Monday, May 24, 2010

Sad Day For Baseball

Dottie Kamenshek, the female baseball player who served as inspiration for Geena Davis' character in the movie classic "A League of their Own" died last Monday, from natural causes. She was 84.

Dottie was one of a kind. As many suspected Davis' character in the movie was a composite of many different players from the All-American Girls Pro Baseball League in the 40s and 50s. Yet Kamenshek was honored by the movie's producers through the name of the movie's lead role.

Many named Dottie as the "Babe Ruth" of the womens league.
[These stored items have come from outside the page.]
describe('NEC ampacity chain', () => {
  it('4 × 10 AWG THHN at 120 °F: 40 A × 0.82 × 0.80 = 26.24 A (Table 310.16 90 °C column, Table 310.15(B)(1)(1) 114–122 °F row, Table 310.15(C)(1) 4–6 conductors)', () => {
    // Published example (stallcupeducation "applying correction factors"): 40 A × 0.82 = 32.8 A;
    // with all four conductors current-carrying, × 0.80 (Table 310.15(C)(1)) = 26.24 A.
    const r = solved([
      { id: 'src', kind: 'grid', phases: 1, voltage: 240, frequency: 60 },
      {
        id: 'run',
        kind: 'cable',
        from: 'src',
        length: 10,
        conductor: { system: 'nec', material: 'copper', size: '10 AWG', insulationRating: 90, terminationRating: 90, ambient: (120 - 32) / 1.8, currentCarryingConductors: 4 },
      },
      { id: 'ld', kind: 'ac-load', from: 'run', power: 2000, powerFactor: 1 },
    ]);
    const c = el(r, 'run').conductor!;
    expect(c.ampacity.table).toBe(40); // NEC Table 310.16, 10 AWG Cu 90 °C
    expect(c.ampacity.ambientFactor).toBe(0.82); // Table 310.15(B)(1)(1), 46–50 °C (114–122 °F), 90 °C
    expect(c.ampacity.groupingFactor).toBe(0.8); // Table 310.15(C)(1), 4–6 conductors
    expect(c.ampacity.corrected).toBeCloseTo(26.24, 10); // 40 × 0.82 × 0.80 (hand)
    expect(c.ampacity.terminationLimit).toBe(40); // 90 °C terminations given
    expect(c.ampacity.perSet).toBeCloseTo(26.24, 10);
    expect(c.governing).toBe('fixed');
    // ≈ 8.4 A load current (2000 W/≈ 239.9 V): the smallest NEC 2023 240.6(A) rating ≥ 8.4 A is 10 A.
    expect(c.device.rating).toBe(10);
  });

  it('termination column limits a 90 °C conductor: 3/0 AWG 225 A corrected; 165 A on a 100 A circuit (110.14(C)(1)(a)), 200 A with 75 °C terminations (Table 310.16)', () => {
    // 5000 W / 51.2 V = 97.7 A: the circuit is 100 A (240.6(A)), 100 A or less, so NEC 110.14(C)(1)(a)
    // takes the 60 °C column unless the terminations are marked 75 °C.
    const run = (terminationRating?: number) =>
      el(
        solved([
          { id: 'src', kind: 'battery', voltage: 51.2 },
          { id: 'run', kind: 'cable', from: 'src', length: 2, conductor: { system: 'nec', material: 'copper', size: '3/0 AWG', insulationRating: 90, ...(terminationRating ? { terminationRating } : {}) } },
          { id: 'ld', kind: 'dc-load', from: 'run', power: 5000 },
        ]),
        'run',
      ).conductor!;
    const c = run();
    expect(c.ampacity.corrected).toBe(225); // Table 310.16 3/0 Cu 90 °C
    expect(c.ampacity.terminationLimit).toBe(165); // Table 310.16 3/0 Cu 60 °C
    expect(c.ampacity.terminationColumn?.rating).toBe(60);
    expect(c.ampacity.terminationColumn?.rule).toMatch(/110\.14\(C\)\(1\)\(a\)/);
    expect(c.ampacity.perSet).toBe(165);
    const m = run(75);
    expect(m.ampacity.terminationLimit).toBe(200); // Table 310.16 3/0 Cu 75 °C
    expect(m.ampacity.perSet).toBe(200);
  });
});

describe('size choice', () => {
  it('ampacity governs: 3φ 480 V, 45 kW at pf 1, 10 m, THWN 75 °C → 6 AWG (55 A at 60 °C), 8 AWG (40 A) too small (Table 310.16)', () => {
    // Hand: design current at nominal voltage 45 000/(√3 × 480) = 54.1 A (NEC 220.5(A)); the
    // operating current is ≈ 0.3 % higher (the drop). A 60 A circuit: 110.14(C)(1)(a) 60 °C column.
    // Table 310.16 Cu 60 °C: 8 AWG 40 A < 54.1 A; 6 AWG 55 A ≥ 54.1 A. Device: 240.6(A) smallest
    // ≥ 54.1 A is 60 A > 55 A; 55 A is not a standard rating and 60 A is the next above: 240.4(B).
    // Drop on 6 AWG ≈ √3 × 54.1 A × 10 m × 0.49 Ω/kft / 304.8 m/kft ≈ 1.5 V = 0.31 % (Table 9 R, PVC).
    const r = solved([
      { id: 'src', kind: 'grid', phases: 3, voltage: 480, frequency: 60 },
      { id: 'run', kind: 'cable', from: 'src', length: 10, conductor: { system: 'nec', material: 'copper', size: 'auto', insulationRating: 75 } },
      { id: 'ld', kind: 'ac-load', from: 'run', power: 45000, powerFactor: 1 },
    ]);
    const c = el(r, 'run').conductor!;
    expect(c.current / (45000 / (Math.sqrt(3) * 480))).toBeGreaterThan(1.002);
    expect(c.current / (45000 / (Math.sqrt(3) * 480))).toBeLessThan(1.004);
    expect(c.designCurrent).toBeCloseTo(45000 / (Math.sqrt(3) * 480), 9); // NEC 220.5(A), hand
    expect(c.designBasis.basis).toBe('load-nominal');
    expect(c.size).toBe('6 AWG');
    expect(c.governing).toBe('ampacity');
    expect(c.ampacity.total).toBe(55); // Table 310.16 6 AWG Cu 60 °C
    expect(c.device.rating).toBe(60);
    expect(c.device.rule).toBe('NEC 240.4(B)');
    expect(c.drop.exactPercent).toBeGreaterThan(0.25);
    expect(c.drop.exactPercent).toBeLessThan(0.35);
    expect(c.caution).toBe(CONDUCTOR_CAUTION);
  });

  it('voltage drop governs: 48 V DC, 30 m, 1 kW → 4 AWG; 6 AWG drops more than 3 % (Table 8 stranded Cu)', () => {
    // Hand: I ≈ 1000/47 ≈ 21 A. Ampacity alone: 12 AWG (25 A at 75 °C) would do, but 240.4(D) caps
    // its device at 20 A; 10 AWG passes ampacity and protection (25 A device ≤ 30 A).
    // Drop, 6 AWG: Table 8 0.491 Ω/kft at 75 °C; even at the coldest it can run (30 °C ambient),
    // R = 0.491 × (1 + 0.00323 × (30 − 75)) = 0.4196 Ω/kft = 1.3768 Ω/km (Table 8 Note 2), loop
    // 60 m → 0.0826 Ω, drop ≥ 0.0826 × 20.8 A = 1.72 V = 3.6 % > 3 %.
    // 4 AWG: 0.308 Ω/kft at 75 °C = 1.0105 Ω/km, loop 0.0606 Ω, drop ≤ 0.0606 × 21.3 = 1.29 V = 2.7 %.
    const r = solved([
      { id: 'src', kind: 'battery', voltage: 48 },
      { id: 'run', kind: 'cable', from: 'src', length: 30, conductor: { system: 'nec', material: 'copper', size: 'auto', insulationRating: 75 } },
      { id: 'ld', kind: 'dc-load', from: 'run', power: 1000 },
    ]);
    const c = el(r, 'run').conductor!;
    expect(c.size).toBe('4 AWG');
    expect(c.governing).toBe('voltage-drop');
    expect(c.drop.exactPercent).toBeLessThanOrEqual(3);
    expect(c.drop.exactPercent).toBeGreaterThan(2.0);
    const at30 = 0.491 * (1 + 0.00323 * (30 - 75)) * PER_KFT; // Ω/m, 6 AWG at 30 °C
    expect((2 * 30 * at30 * 20.8 * 100) / 48).toBeGreaterThan(3);
  });

  it('protection governs: 12 AWG carries 21 A (25 A at 75 °C) but 240.4(D) caps its device at 20 A → 10 AWG', () => {
    // 240 V 1φ, 5 kW at pf 1, 3 m: I ≈ 20.8 A. Table 310.16 Cu 75 °C: 14 AWG 20 A < 20.8 A;
    // 12 AWG 25 A ≥ 20.8 A, but the smallest 240.6(A) rating ≥ 20.8 A is 25 A > 20 A (240.4(D), from memory).
    const r = solved([
      { id: 'src', kind: 'grid', phases: 1, voltage: 240, frequency: 60 },
      { id: 'run', kind: 'cable', from: 'src', length: 3, conductor: { system: 'nec', material: 'copper', size: 'auto', insulationRating: 75, terminationRating: 75 } },
      { id: 'ld', kind: 'ac-load', from: 'run', power: 5000, powerFactor: 1 },
    ]);
    const c = el(r, 'run').conductor!;
    expect(c.size).toBe('10 AWG');
    expect(c.governing).toBe('protection');
    expect(c.device.rating).toBe(25);
  });

  it('continuous load: 125 % checked against the termination column (NEC 210.19(A)(1)), 2/0 fails at 160 A, 3/0 holds', () => {
    // 12.8 V, 2 kW, 3 m, THHN 90 °C, 75 °C terminations: I ≈ 159 A, × 1.25 ≈ 199 A. Table 310.16
    // Cu 75 °C: 2/0 175 A < 199 A; 3/0 200 A ≥ 199 A. Device: smallest 240.6(A) ≥ 199 A = 200 A.
    const r = solved([
      { id: 'src', kind: 'battery', voltage: 12.8 },
      { id: 'run', kind: 'cable', from: 'src', length: 3, conductor: { system: 'nec', material: 'copper', size: 'auto', insulationRating: 90, continuous: true } },
      { id: 'ld', kind: 'dc-load', from: 'run', power: 2000 },
    ]);
    const c = el(r, 'run').conductor!;
    expect(c.designCurrent).toBeCloseTo(1.25 * (2000 / 12.8), 9); // NEC 210.19(A)(1)(a) at the nominal voltage (220.5(A)), hand
    expect(c.operatingCurrent).toBeGreaterThan(2000 / 12.8);
    expect(c.size).toBe('3/0 AWG');
    expect(c.governing).toBe('ampacity');
    expect(c.device.rating).toBe(200);
  });

  it('NEC 240.4(B): 6 AWG (65 A) protected at 70 A when the load is 61 A', () => {
    // 480 V 3φ, 50.7 kW: I ≈ 61 A. 6 AWG 65 A (Table 310.16 75 °C) ≥ 61 A; the smallest 240.6(A)
    // rating ≥ 61 A is 70 A; 65 A is not a standard rating, so the next higher (70 A ≤ 800 A) may protect it.
    const r = solved([
      { id: 'src', kind: 'grid', phases: 3, voltage: 480, frequency: 60 },
      { id: 'run', kind: 'cable', from: 'src', length: 5, conductor: { system: 'nec', material: 'copper', size: 'auto', insulationRating: 75, terminationRating: 75 } },
      { id: 'ld', kind: 'ac-load', from: 'run', power: 50700, powerFactor: 1 },
    ]);
    const c = el(r, 'run').conductor!;
    expect(c.size).toBe('6 AWG');
    expect(c.device.rating).toBe(70);
    expect(c.device.note).toMatch(/240\.4\(B\)/);
  });

  it('IEC: 400 V 3φ, 30 kW at pf 0.85, 120 m, XLPE method C → 25 mm² (drop governs); 16 mm² drops more than 3 %', () => {
    // Hand: I ≈ 30 000/(√3 × 400 × 0.85) = 50.9 A. Capacity XLPE C 3 loaded (IEC 60364-5-52 B.52.5):
    // 10 mm² 71 A ≥ 51 A, so ampacity allows 10 mm². Drop on 16 mm² (IEC 60228 1.15 Ω/km at 20 °C,
    // at ≥ 30 °C × 1.04; λ = 0.08 mΩ/m, Annex G): √3 × 51 × 120 × (1.196e-3 × 0.85 + 0.08e-3 × 0.527)
    // = 11.1 V = 2.8 % at 30 °C and more as it warms: the engine finds 3.10 %. 25 mm² (0.727 Ω/km) ≈ 1.9 %.
    const r = solved([
      { id: 'g', kind: 'grid', phases: 3, voltage: 400, frequency: 50 },
      { id: 'cab', kind: 'cable', from: 'g', length: 120, conductor: { system: 'iec', material: 'copper', size: 'auto', insulation: 'xlpe', installationMethod: 'C' } },
      { id: 'ld', kind: 'ac-load', from: 'cab', power: 30000, powerFactor: 0.85 },
    ]);
    const c = el(r, 'cab').conductor!;
    expect(c.size).toBe('25 mm²');
    expect(c.governing).toBe('voltage-drop');
    expect(c.ampacity.table).toBe(119); // B.52.5 XLPE C 3 loaded, 25 mm² (corroborated)
    expect(c.device.rating).toBe(63); // IEC 60898-1: smallest preferred ≥ 51.9 A
    expect(c.drop.exactPercent).toBeGreaterThan(1.8);
    expect(c.drop.exactPercent).toBeLessThan(2.0);
  });

  it('IEC above 125 A: no IEC 60898-1 rating; the note says so and no rating is shown', () => {
    const r = solved([
      { id: 'g', kind: 'grid', phases: 3, voltage: 400, frequency: 50 },
      { id: 'cab', kind: 'cable', from: 'g', length: 20, conductor: { system: 'iec', material: 'copper', size: 'auto', insulation: 'xlpe', installationMethod: 'E' } },
      { id: 'ld', kind: 'ac-load', from: 'cab', power: 120000, powerFactor: 0.9 },
    ]);
    const c = el(r, 'cab').conductor!;
    expect(c.current).toBeGreaterThan(125);
    expect(c.device.rating).toBeUndefined();
    expect(c.device.note).toMatch(/IEC 60947-2/);
  });
});

describe('feedback into the chain solve', () => {
  const chain = (length: number) => [
    { id: 'src', kind: 'battery', voltage: 12 },
    { id: 'run', kind: 'cable', from: 'src', length, conductor: { system: 'nec', material: 'copper', size: 'auto', insulationRating: 75, maxDropPercent: 5 } },
    { id: 'ld', kind: 'dc-load', from: 'run', power: 600 },
  ];

  it('the current is the one of the chosen conductor, not the ideal 600/12 = 50 A (constant-power load, Ohm)', () => {
    const r = solved(chain(6));
    const run = el(r, 'run');
    const c = run.conductor!;
    expect(c.current).toBeGreaterThan(50);
    // Self-consistent: the sizing's current is the solve's current; the drop is the solve's.
    expect(c.current).toBeCloseTo(run.input!.current, 12);
    expect(c.drop.exactVolts).toBeCloseTo(run.input!.voltage - run.output!.voltage, 12);
    // Loss = I²·R_loop with the reported R at temperature (Joule), and it is the element's loss.
    expect(run.loss).toBeCloseTo(c.current ** 2 * ((2 * 6 * c.resistance.perKm) / 1000), 9);
    expect(c.loss).toBe(run.loss);
    // R at temperature from the stated method: R_T = R_75·(1 + α(T − 75)), α = 0.00323 (Table 8 Note 2).
    expect(c.resistance.perKm).toBeCloseTo(c.resistance.referencePerKm * (1 + 0.00323 * (c.resistance.operatingTemperature - 75)), 9);
    // T = T_a + (T_max − T_a)·(I/I_z)² (common practice), T_max = 75 °C here.
    expect(c.resistance.operatingTemperature).toBeCloseTo(30 + 45 * (c.current / c.ampacity.corrected) ** 2, 6);
    // DC: the approximation I·R_loop equals the exact drop (no reactance, no angle).
    expect(c.drop.approxVolts).toBeCloseTo(c.drop.exactVolts, 9);
    // Energy balance still closes with the conductor's loss as its own stage.
    expect(r.totals.balanceError).toBeLessThan(1e-9);
  });

  it('two sized links in series: the downstream drop raises the upstream current; both self-consistent', () => {
    const r = solved([
      { id: 'src', kind: 'battery', voltage: 24 },
      { id: 'main', kind: 'cable', from: 'src', length: 4, conductor: { system: 'nec', material: 'copper', size: 'auto', insulationRating: 90, continuous: true } },
      { id: 'bus', kind: 'dc-bus', from: 'main', fixedLoss: 0 },
      { id: 'branch', kind: 'cable', from: 'bus', length: 20, conductor: { system: 'iec', material: 'copper', size: 'auto', insulation: 'xlpe', installationMethod: 'C' } },
      { id: 'ld', kind: 'dc-load', from: 'branch', power: 800 },
    ]);
    for (const id of ['main', 'branch']) {
      const e = el(r, id);
      const c = e.conductor!;
      expect(c.current).toBeCloseTo(e.input!.current, 12);
      expect(c.drop.checkPercent).toBeLessThanOrEqual(3 + 1e-9);
      expect(e.loss).toBeCloseTo(c.current ** 2 * ((2 * (id === 'main' ? 4 : 20) * c.resistance.perKm) / 1000), 9);
    }
    // Σ drops on the path = the two links' own (default NEC informational limits: 3 % / 5 %).
    const path = r.voltageDrop![0]!;
    expect(path.links.map((l) => l.id)).toEqual(['main', 'branch']);
    // Sized links count with their drop check by the method (% of nominal).
    expect(path.totalPercent).toBeCloseTo(el(r, 'main').conductor!.drop.checkPercent + el(r, 'branch').conductor!.drop.checkPercent, 12);
    // The main link carries the branch's loss too: P_main,out = 800 W + branch loss (energy balance).
    expect(el(r, 'main').pOut).toBeCloseTo(800 + el(r, 'branch').loss, 9);
  });

  it('the working shows every step in words with units', () => {
    const c = el(solved(chain(6)), 'run').conductor!;
    const labels = c.steps.map((s) => s.label);
    for (const l of ['Design current', 'Operating current', 'Table ampacity', 'Ambient factor', 'Corrected ampacity', 'Termination column', 'Protective device', 'Voltage drop, check', 'Conductor temperature (estimate)', 'Resistance at that temperature', 'Voltage drop, solved chain', 'Voltage drop, approximate', 'Loss', 'Size']) {
      expect(labels).toContain(l);
    }
    for (const s of c.steps) expect(s.note.length).toBeGreaterThan(0);
  });
});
She is the leagues all time leading batting leader (.292 avg), a mark that some say is the equivalent to a man hitting a career .400. Also she was once described by a member of the New York Yankees as the "fanciest-fielding first baseman I've ever seen, man or woman". She was a seven-time All Star and named in the top 100 female athletes of the century by Sports Illustrated in 1999.

Dottie was a true inspiration not only to the women in the league with her but she was an inspiration to generations of women after her. I will say that she defiantly inspired my life in ways that she will never know. When I was 12 I was the only girl on my little league all star team. I was told time and time again that baseball was not a sport for a girl and that I should find my place with the other girls cheering on the sidelines. Yet I never did, I stuck with it (and was pretty damn good too). When the movie came out I was 10. It instilled in me this fact that women could do anything, be anything, do anything that they ever wanted. It gave me the courage and the strength to stick with the sport that I loved no matter who made fun of me or told me I was wrong. Ask my brothers, I forced them to watch this movie at least once every 3 days. Every time it comes on the tv to this day, I stop and watch it. Almost as if it was made especially for me and my experiences.

As a final note. My last at bat during that all-star season (which was technically the last time I ever played baseball), I stepped up to the plate, looked out into a field of boys and hit a home run over the center field fence (my first). Rounding those bases, seeing the shock on these boys faces, proved to me that I could do anything that I wanted.

So Dottie Kamenshek thank you for persevering when people told you not to. Your name will always be remembered with those who made it possible for me and my future children to live in a world where we are not judged by our gender. And that if we wanted to, we could really do anything we wanted.